Saved entries:

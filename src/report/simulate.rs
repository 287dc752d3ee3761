//! The report of `copyloop simulate`: table, JSON (CONTRACT §3) and the CSV grid.
//!
//! Count figures are molecules and seconds. Where the network sets a volume, each count figure
//! has a molar twin with the suffix `_molar` (count/Ω in mol/L; rates in mol/L/s), Ω = N_A·V.
//!
//! CSV layout (`--out`): one header row, then one row per grid time:
//! `time_s,<A>_mean,<A>_sd,<B>_mean,<B>_sd,…` with species in file order, counts in molecules
//! across replicates (sd is the sample SD over replicates; `NaN` with a single replicate).

use super::table::Table;
use super::{jnum, num};
use crate::ensemble::EnsembleResult;
use crate::network::Network;
use crate::stats::Welford;
use serde_json::{json, Map, Value};

/// 1/Ω where a volume is set.
fn molar_factor(net: &Network) -> Option<f64> {
    net.volume_l.map(|_| 1.0 / net.omega)
}

fn moments(w: &Welford, molar: Option<f64>) -> Map<String, Value> {
    let mut m = Map::new();
    m.insert("mean".into(), jnum(w.mean()));
    m.insert("sd".into(), jnum(w.sd()));
    m.insert("stderr".into(), jnum(w.stderr()));
    let ci = w.ci95();
    m.insert("ci95".into(), json!([jnum(ci[0]), jnum(ci[1])]));
    if let Some(f) = molar {
        m.insert("mean_molar".into(), jnum(w.mean() * f));
        m.insert("sd_molar".into(), jnum(w.sd() * f));
        m.insert("stderr_molar".into(), jnum(w.stderr() * f));
        m.insert(
            "ci95_molar".into(),
            json!([jnum(ci[0] * f), jnum(ci[1] * f)]),
        );
    }
    m
}

/// The JSON document of CONTRACT §3 for `simulate`, with a few more keys (`window`,
/// `grid_points`, `absorbed_replicates`, `firings_first_half`, `within_variance`, `ci95`,
/// `rate_per_s`).
pub fn json(net: &Network, r: &EnsembleResult) -> Value {
    let molar = molar_factor(net);
    let t = r.window_length();
    let mut finals = Map::new();
    let mut averages = Map::new();
    for (i, s) in net.species.iter().enumerate() {
        finals.insert(
            s.name.clone(),
            Value::Object(moments(&r.final_state[i], molar)),
        );
        let mut a = moments(&r.time_average[i], molar);
        let wv = r.within_variance[i].mean();
        a.insert("within_variance".into(), jnum(wv));
        if let Some(f) = molar {
            a.insert("within_variance_molar".into(), jnum(wv * f * f));
        }
        averages.insert(s.name.clone(), Value::Object(a));
    }
    let mut firings = Map::new();
    let mut halves = Map::new();
    for (j, rx) in net.reactions.iter().enumerate() {
        let w = &r.firings[j];
        let mut m = moments(w, molar);
        m.insert("rate_per_s".into(), jnum(w.mean() / t));
        if let Some(f) = molar {
            m.insert("rate_molar_per_s".into(), jnum(w.mean() / t * f));
        }
        firings.insert(rx.label.clone(), Value::Object(m));
        let h = &r.firings_first_half[j];
        halves.insert(
            rx.label.clone(),
            json!({"mean": jnum(h.mean()), "sd": jnum(h.sd())}),
        );
    }
    let mut grid = Map::new();
    grid.insert(
        crate::network::compile::GRID_TIME.into(),
        Value::Array(r.grid_times.iter().map(|&x| jnum(x)).collect()),
    );
    for (i, s) in net.species.iter().enumerate() {
        let col = |f: &dyn Fn(&Welford) -> f64| -> Value {
            Value::Array(r.grid.iter().map(|row| jnum(f(&row[i]))).collect())
        };
        let mut m = Map::new();
        m.insert("mean".into(), col(&|w| w.mean()));
        m.insert("sd".into(), col(&|w| w.sd()));
        if let Some(f) = molar {
            m.insert("mean_molar".into(), col(&|w| w.mean() * f));
            m.insert("sd_molar".into(), col(&|w| w.sd() * f));
        }
        grid.insert(s.name.clone(), Value::Object(m));
    }
    json!({
        "method": r.spec.method.name(),
        "replicates": r.spec.replicates,
        "seed": r.spec.seed,
        "t_end": jnum(r.spec.t_end),
        "window": jnum(r.spec.window),
        "grid_points": r.spec.grid_points,
        "events_total": r.events_total,
        "leaps": r.leaps,
        "exact_steps": r.exact_steps,
        "wall_seconds": jnum(r.wall_seconds),
        "events_per_second": jnum(r.events_per_second()),
        "absorbed_replicates": r.absorbed,
        "final": finals,
        "time_average": averages,
        "firings": firings,
        "firings_first_half": halves,
        "grid": grid,
    })
}

fn pm(w: &Welford) -> String {
    if w.count() < 2 {
        num(w.mean())
    } else {
        format!("{} ± {}", num(w.mean()), num(w.sd()))
    }
}

fn interval(ci: [f64; 2]) -> String {
    if ci[0].is_finite() && ci[1].is_finite() {
        format!("[{}, {}]", num(ci[0]), num(ci[1]))
    } else {
        "-".into()
    }
}

/// The table for people.
pub fn table(net: &Network, r: &EnsembleResult) -> String {
    let s = &r.spec;
    let mut out = format!(
        "{}: {} method, {} replicate{}, seed {}, t_end {} s, window [{}, {}] s\n\
         {} events in {} s ({} events/s){}\n\n",
        net.file,
        s.method.name(),
        s.replicates,
        if s.replicates == 1 { "" } else { "s" },
        s.seed,
        num(s.t_end),
        num(s.window),
        num(s.t_end),
        r.events_total,
        num(r.wall_seconds),
        num(r.events_per_second()),
        if r.absorbed > 0 {
            format!(
                "; {} replicate(s) stopped early: nothing could fire any more",
                r.absorbed
            )
        } else {
            String::new()
        },
    );
    if r.leaps + r.exact_steps > 0 {
        out.insert_str(
            out.len() - 1,
            &format!("{} leaps and {} exact steps\n", r.leaps, r.exact_steps),
        );
    }
    let molar = molar_factor(net);
    let mut header = vec![
        "species",
        "final mean ± sd (molecules)",
        "95 % CI of mean",
        "time average ± sd (molecules)",
    ];
    if molar.is_some() {
        header.push("final mean (M)");
        header.push("time average (M)");
    }
    let mut t = Table::new(&header);
    for (i, sp) in net.species.iter().enumerate() {
        let mut row = vec![
            format!("{}{}", sp.name, if sp.clamped { " (clamped)" } else { "" }),
            pm(&r.final_state[i]),
            interval(r.final_state[i].ci95()),
            pm(&r.time_average[i]),
        ];
        if let Some(f) = molar {
            row.push(num(r.final_state[i].mean() * f));
            row.push(num(r.time_average[i].mean() * f));
        }
        t.row(row);
    }
    out.push_str(&t.render());
    out.push('\n');
    let mut t = Table::new(&["reaction", "firings in window (mean ± sd)", "rate (/s)"]);
    let len = r.window_length();
    for (j, rx) in net.reactions.iter().enumerate() {
        t.row(vec![
            rx.label.clone(),
            pm(&r.firings[j]),
            num(r.firings[j].mean() / len),
        ]);
    }
    out.push_str(&t.render());
    out
}

/// The grid as CSV (layout in the module docs).
pub fn csv(net: &Network, r: &EnsembleResult) -> String {
    let mut out = String::from("time_s");
    for s in &net.species {
        out.push_str(&format!(",{0}_mean,{0}_sd", s.name));
    }
    out.push('\n');
    for (p, &time) in r.grid_times.iter().enumerate() {
        out.push_str(&format!("{time}"));
        for w in &r.grid[p] {
            out.push_str(&format!(",{},{}", w.mean(), w.sd()));
        }
        out.push('\n');
    }
    out
}

/// Adds the comparison with the exact law under `exact` (null, with `exact_note`, where the
/// network does not fit a finite state projection).
pub fn add_exact_json(
    doc: &mut Value,
    exact: &Result<crate::distribution::compare::ExactComparison, String>,
) {
    let obj = doc.as_object_mut().expect("an object");
    match exact {
        Ok(c) => {
            obj.insert("exact".into(), serde_json::to_value(c).expect("serialises"));
        }
        Err(note) => {
            obj.insert("exact".into(), Value::Null);
            obj.insert("exact_note".into(), Value::from(note.clone()));
        }
    }
}

/// The comparison with the exact law: per species the largest |Z| and |Y| over the grid and
/// how many points pass the suite's thresholds (|Z| ≥ 3, |Y| ≥ 5).
pub fn exact_table(
    exact: &Result<crate::distribution::compare::ExactComparison, String>,
) -> String {
    let c = match exact {
        Ok(c) => c,
        Err(note) => return format!("\nexact comparison unavailable: {note}\n"),
    };
    let mut out = format!(
        "\nagainst the exact distribution ({} states, error bound {}): \
         Z = √n(mean − μ)/σ, Y = √(n/2)(S²/σ² − 1) at each of {} grid times\n",
        c.states,
        num(c.truncation_error),
        c.times.len()
    );
    let mut t = Table::new(&["species", "max |Z|", "|Z| ≥ 3", "max |Y|", "|Y| ≥ 5"]);
    for (name, s) in &c.species.0 {
        t.row(vec![
            name.clone(),
            num(s.max_abs_z),
            s.z_outside_3.to_string(),
            num(s.max_abs_y),
            s.y_outside_5.to_string(),
        ]);
    }
    out.push_str(&t.render());
    out.push_str(
        "a correct simulator gives |Z| < 3 at nearly every point (about 1 in 370 by chance) and |Y| < 5\n",
    );
    out
}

*TASK TO CARRY OUT:*
Take each line above that holds the string "crate" and copy it.

*EXERCISE OUTPUT:*
use crate::ensemble::EnsembleResult;
use crate::network::Network;
use crate::stats::Welford;
        crate::network::compile::GRID_TIME.into(),
    exact: &Result<crate::distribution::compare::ExactComparison, String>,
    exact: &Result<crate::distribution::compare::ExactComparison, String>,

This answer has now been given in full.